▶ _Task description_
Every line that holds the word "times" needs to be copied from the data below.

|---|

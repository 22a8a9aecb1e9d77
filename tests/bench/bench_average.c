/* bench_average.c - time per bin of a sum over an acceptance, against bare calls of the function.
 */
#include <math.h>

#include "beamhours/rates/average.h"
#include "beamhours/units/constants.h"
#include "bench.h"

enum { CALLS_PER_BIN = 15, BATCH = 15, MOST_BINS = 800 };

/* About what a cross section costs: a few powers and an exponential. */
static void cross_section(void *context, size_t n, const double *theta, double *value)
{
    (void)context;
    for (size_t i = 0; i < n; i++) {
        const double s2 = sin(theta[i] / 2) * sin(theta[i] / 2);
        const double recoil = 1 / (1 + 1.8 * s2);
        const double q2 = 2.9 * s2 * recoil;
        value[i] = (1 - s2) / (s2 * s2) * recoil * pow(1 + q2 / 0.71, -4) * exp(-0.1 * q2);
    }
}

static double now(void)
{
    return bench_now() * 1e9;
}

/* [ns] of one call, the best of some rounds. */
static double bare_call(void)
{
    double theta[BATCH];
    double value[BATCH];
    double best = HUGE_VAL;
    double sum = 0;
    for (int i = 0; i < BATCH; i++)
        theta[i] = 0.4 + 0.002 * i;
    for (int round = 0; round < 20; round++) {
        const double start = now();
        for (int i = 0; i < 1000; i++) {
            theta[0] += 1e-9;
            cross_section(NULL, BATCH, theta, value);
            sum += value[round % BATCH];
        }
        best = fmin(best, (now() - start) / 1000 / BATCH);
    }
    return sum > 0 ? best : 0;
}

/* [ns] per arm of `bins` bins, the best of some rounds. */
static double one_arm(bh_acceptance_spec spec, int bins, bh_average_workspace *workspace)
{
    static bh_average out[MOST_BINS];
    const bh_average_request request = {.function = cross_section};
    double best = HUGE_VAL;
    spec.bins = bins;
    const int times = 1 + 200 / bins; /* the clock costs as much as a small arm */
    for (int round = 0; round < 50; round++) {
        bh_acceptance a;
        bh_averages sums = {.bins = out};
        const double start = now();
        for (int i = 0; i < times; i++)
            if (bh_acceptance_make(&spec, &a, NULL) != BH_OK ||
                bh_average_over(&a, &request, workspace, &sums, NULL) != BH_OK ||
                !sums.whole.converged)
                exit(EXIT_FAILURE);
        best = fmin(best, (now() - start) / times);
    }
    return best;
}

int main(void)
{
    static const int counts[] = {1, 20, 200, MOST_BINS};
    const bh_acceptance_spec narrow = {.shape = BH_ACCEPTANCE_RECTANGLE,
                                       .angle = 25 * BH_DEGREE,
                                       .in_plane_from = -0.028,
                                       .in_plane_to = 0.028,
                                       .out_of_plane_from = -0.07,
                                       .out_of_plane_to = 0.07};
    const bh_acceptance_spec ring = {
        .shape = BH_ACCEPTANCE_RING, .ring_from = 20 * BH_DEGREE, .ring_to = 115 * BH_DEGREE};
    bh_average_workspace *workspace = bh_average_workspace_new();
    const double call = bare_call();
    printf("      a cross section costs %.0f ns; a bin by 5 x 3 points %.2f us\n", call,
           CALLS_PER_BIN * call / 1e3);
    bool met = workspace != NULL;
    for (int i = 0; workspace && i < 4; i++) {
        const double bare = CALLS_PER_BIN * call * counts[i];
        const double rectangle = one_arm(narrow, counts[i], workspace);
        const double round = one_arm(ring, counts[i], workspace);
        char line[80];
        snprintf(line, sizeof line, "%d bins of a rectangle over bare calls of the function",
                 counts[i]);
        met &= bench_goal(line, rectangle / bare, 4, "");
        printf("      a wide ring of as many bins %.2f\n", round / bare);
    }
    bh_average_workspace_free(workspace);
    return bench_end(met);
}
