static const bh_key changes_keys[] = {
    {QUANTITY(bh_raw_changes, energy, BH_DIM_TIME), .least = "0 s", .most = "1e30 s",
     .fallback = "0 s", .meaning = "to change the beam energy", .example = "8 h"},
    {QUANTITY(bh_raw_changes, particle, BH_DIM_TIME), .least = "0 s", .most = "1e30 s",
     .fallback = "0 s", .meaning = "to change the beam particle", .example = "6 h"},
    {QUANTITY(bh_raw_changes, target, BH_DIM_TIME), .least = "0 s", .most = "1e30 s",
     .fallback = "0 s", .meaning = "to change the target", .example = "20 min"},
    {QUANTITY(bh_raw_changes, angle, BH_DIM_TIME), .least = "0 s", .most = "1e30 s",
     .fallback = "0 s", .meaning = "to move arms", .example = "30 min"},
};
static const bh_schema changes_schema = {"the changes", sizeof(bh_raw_changes), ROWS(changes_keys),
                                         0, 0};

static const char *const words_beam[] = {"needed", "none", NULL};
const char *const bh_words_every[] = {"once",    "energy", "particle", "target",
                                      "setting", "shift",  NULL};
static const bh_key task_keys[] = {
    {TEXT(bh_raw_task, name), .flags = BH_KEY_REQUIRED, .meaning = "what totals call it",
     .example = "optics"},
    {QUANTITY(bh_raw_task, time, BH_DIM_TIME), .flags = BH_KEY_REQUIRED, .least = "0 s",
     .most = "1e30 s", .meaning = "how long it takes each time", .example = "8 h"},
    {KEY(bh_raw_task, every, BH_KEY_EITHER), .dimension = BH_DIM_TIME, .words = bh_words_every,
     .above = "0 s", .fallback = "once",
     .meaning = "when it is due: once, at each new energy, particle, target, setting or shift, or "
                "after a time",
     .example = "energy"},
    {WORD(bh_raw_task, beam, words_beam), .fallback = "needed", .meaning = "whether it needs beam",
     .example = "none"},
};
const bh_schema bh_schema_task = {"a task", sizeof(bh_raw_task), ROWS(task_keys), 0, 0};

static const char *const words_as[] = {"calendar", "beam", NULL};
static const bh_key schedule_keys[] = {
    {QUANTITY(bh_raw_schedule, available, BH_DIM_TIME), .above = "0 s", .most = "1e30 s",
     .meaning = "time that is granted or asked for", .example = "14 d"},
    {WORD(bh_raw_schedule, available_as, words_as), .fallback = "calendar",
     .meaning = "what `available` counts: scheduled time, or beam time alone", .example = "beam"},
    {QUANTITY(bh_raw_schedule, availability, BH_DIM_SHARE), .above = "0 %", .most = "100 %",
     .fallback = "100 %", .meaning = "usable beam per scheduled time", .example = "60 %"},
    {QUANTITY(bh_raw_schedule, shift, BH_DIM_TIME), .above = "0 s", .most = "1e30 s",
     .fallback = "8 h", .meaning = "length of a shift", .example = "8 h"},
    {QUANTITY(bh_raw_schedule, week, BH_DIM_TIME), .above = "0 s", .most = "168 h",
     .fallback = "168 h", .meaning = "scheduled hours that the facility counts as a week",
     .example = "125 h"},
    {QUANTITY(bh_raw_schedule, start_up, BH_DIM_TIME), .least = "0 s", .most = "1e30 s",
     .fallback = "0 s", .meaning = "time before the first setting", .example = "16 h"},
    {PART(bh_raw_schedule, changes, changes_schema), .meaning = "times between settings",
     .example = "{energy: 8 h, angle: 30 min}"},
    {LIST(bh_raw_schedule, tasks, bh_schema_task), .flags = BH_KEY_UNIQUE,
     .meaning = "what else takes time", .example = "[{name: optics, time: 8 h, every: energy}]"},
    {QUANTITY(bh_raw_schedule, contingency, BH_DIM_SHARE), .least = "0 %", .most = "1000 %",
     .fallback = "0 %", .meaning = "reserve, as a share of the scheduled time; on its own line",
     .example = "10 %"},
};
const bh_schema bh_schema_schedule = {"the schedule", sizeof(bh_raw_schedule), ROWS(schedule_keys),
                                      0, 0};
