/* bench_report.c - a report of 200 settings, from the plan's text to the bytes of its file. */
#include <math.h>
#include <string.h>

#include "beamhours/report/report.h"
#include "bench.h"

enum { SETTINGS = 200, ROUNDS = 3 };

static const char head[] =
    "plan: 1\nbeam: {particle: electron, kinetic_energy: 900 MeV, current: 2 uA}\n"
    "target:\n  name: cell\n  layers:\n"
    "    - {material: aluminium, thickness: 0.1 mm, role: window}\n"
    "    - {material: liquid-hydrogen, thickness: 90 mm}\n"
    "    - {material: aluminium, thickness: 0.1 mm, role: window}\n"
    "  scatterer: H\n  empty_target: {share: 10 %}\n"
    "arms:\n  - {name: A, in_plane: ±20 mrad, out_of_plane: ±30 mrad, momentum_bite: ±5 %,\n"
    "     energy_cut: 15 MeV, bins: 4, dead_time: 10 us}\n"
    "every_setting: {goal: 1 %}\nsettings:\n";

static void write_plan(bh_text *text)
{
    bh_text_append(text, head);
    for (int i = 0; i < SETTINGS; i++)
        bh_text_appendf(text, "  - {name: K%d, q2: %.4f GeV2, beam: {kinetic_energy: %d MeV}}\n", i,
                        0.3 + 0.004 * i, 1300 + 5 * i);
    bh_text_append(text, "schedule: {start_up: 8 h, changes: {energy: 1 h, angle: 10 min}}\n");
}

/* Seconds of all of it, and the bytes made; below 0 when it fails. */
static double one_round(const bh_text *plan_text, bool pdf, size_t *length)
{
    static const char *const folders[] = {"materials", NULL};
    const double start = bench_now();
    bh_material_library *library = bh_material_library_new(folders);
    bh_diags *said = bh_diags_new();
    bh_plan *plan =
        bh_plan_read(plan_text->bytes, plan_text->length, "plan.yaml", NULL, 0, library, said);
    bh_table *table = plan ? bh_table_new(plan, &(bh_evaluation){.bins = true}, said, NULL) : NULL;
    bh_report report = {.arena = NULL};
    bh_text out = {0};
    bool made = false;
    const bh_report_request request = {.table = table, .version = "1", .command = "bench"};
    if (table && !bh_report_make(&request, &report, NULL))
        made = pdf ? !bh_paper_pdf(&report.paper, BH_PAGE_A4, &out, NULL)
                   : !bh_paper_html(&report.paper, BH_PAGE_A4, &out, NULL);
    *length = out.length;
    const double took = bench_now() - start;
    bh_text_free(&out);
    bh_report_free(&report);
    bh_table_free(table);
    bh_plan_free(plan);
    bh_diags_free(said);
    bh_material_library_free(library);
    return made ? took : -1.0;
}

static bool goal(const bh_text *plan, bool pdf, const char *what)
{
    size_t length = 0;
    double best = HUGE_VAL;
    for (int i = 0; i < ROUNDS && best >= 0.0; i++) {
        const double took = one_round(plan, pdf, &length);
        best = took < 0.0 ? -1.0 : fmin(best, took);
    }
    printf("      %s: %zu bytes\n", what, length);
    return bench_goal(what, best, 1.0, "s") && (pdf || length < 2u << 20);
}

int main(void)
{
    bh_text plan = {0};
    write_plan(&plan);
    bool met = goal(&plan, false, "200 settings with figures as HTML");
    met &= goal(&plan, true, "200 settings with figures as PDF");
    bh_text_free(&plan);
    return bench_end(met);
}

|---|

▶ _Output_
    const int times = 1 + 200 / bins; /* the clock costs as much as a small arm */
        for (int i = 0; i < times; i++)
        best = fmin(best, (now() - start) / times);
    {PART(bh_raw_schedule, changes, changes_schema), .meaning = "times between settings",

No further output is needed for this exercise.